# External Monitor Hook-up



## dknoper (May 5, 2007)

Ok, so here's the deal....My cousin owns a small photography studio. She has an external monitor that she would like to hook-up to her desktop computer. I am not much help because I'm a PC person and she has a Mac. The monitor is set up back to back with the desktop and we would like to display one thing on the monitor, while maintaining full use of the desktop. Where the photography comes into play is that we would love to show a slide show of pictures on the monitor so people can see her work (have a lot of pictures just cycle through all the time).
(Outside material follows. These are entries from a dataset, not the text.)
/** Column presence and unit checks shared by the structural modules. */
import { makeCheck } from './make-check.ts';
import type { Check, ColumnView, HduView } from './types.ts';

export function findColumn(hdu: HduView, name: string): ColumnView | undefined {
  const n = name.toUpperCase();
  return hdu.columns.find((c) => c.name.trim().toUpperCase() === n);
}

/** One check: every column in `names` exists. Id "<prefix>.columns". */
export function requiredColumns(idPrefix: string, hdu: HduView, names: readonly string[], product: string | null): Check {
  const missing = names.filter((n) => !findColumn(hdu, n));
  return makeCheck(missing.length ? 'fail' : 'pass', {
    id: `${idPrefix}.columns`,
    title: `required columns of ${hdu.name}`,
    product,
    measured: missing.length ? `missing ${missing.join(', ')}` : names.join(', '),
    tolerance: names.join(', '),
    message: missing.length
      ? `extension ${hdu.name} (HDU ${hdu.index}) lacks column(s) ${missing.join(', ')}`
      : `all of ${names.join(', ')} present`,
  });
}

/** FITS 4.0 §4.3 allows several spellings of a power; these are the same unit. */
function normaliseUnit(u: string): string {
  return u.trim().replace(/\*\*|\^/g, '').replace(/\s+/g, '').toLowerCase();
}

/**
 * One check per column: TUNIT equals `unit` (spelling variants of FITS 4.0 §4.3 accepted: cm**2,
 * cm^2, cm2). A missing column is reported by requiredColumns, not here. Id
 * "<prefix>.unit.<column lower case>".
 */
export function columnUnits(
  idPrefix: string,
  hdu: HduView,
  specs: readonly { column: string; unit: string }[],
  product: string | null,
): Check[] {
  const out: Check[] = [];
  for (const { column, unit } of specs) {
    const col = findColumn(hdu, column);
    if (!col) continue;
    const ok = col.unit !== undefined && normaliseUnit(col.unit) === normaliseUnit(unit);
    out.push(
      makeCheck(ok ? 'pass' : 'fail', {
        id: `${idPrefix}.unit.${column.toLowerCase()}`,
        title: `unit of ${column}`,
        product,
        measured: col.unit ?? null,
        tolerance: unit,
        message: ok
          ? `${column} in ${col.unit}`
          : col.unit === undefined
            ? `column ${column} of ${hdu.name} has no TUNIT; expected '${unit}'`
            : `column ${column} of ${hdu.name} has unit '${col.unit}'; expected '${unit}'`,
      }),
    );
  }
  return out;
}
However, she still needs to be able to work with iPhoto and other applications at the same time on the Mac. I know I need a VGA cable, but that's about it...help! How do I make this happen (if it is possible)?


----------



## JohnWill (Oct 19, 2002)

I moved you over to the Mac forum, perhaps someone here uses dual monitors. I know how to do it on a PC.


----------



## drummerbull (Oct 24, 2006)

So are you trying to get the pictures to cycle through as the desktop picture? If so, go to System Peferences and then Desktop&Screen Saver. In here go to the Desktop tab. Once you have both displays connected, you can choose what you want as the destop on either one. To get it to cycle through pictures, select "Choose Folder", find your folder with the photos, and the check the box that says "Change picture:" and choose how often you want it to change! Easy as that.

If this isn't what you were looking to do, please be a little more specific. Your post is a bit vague


----------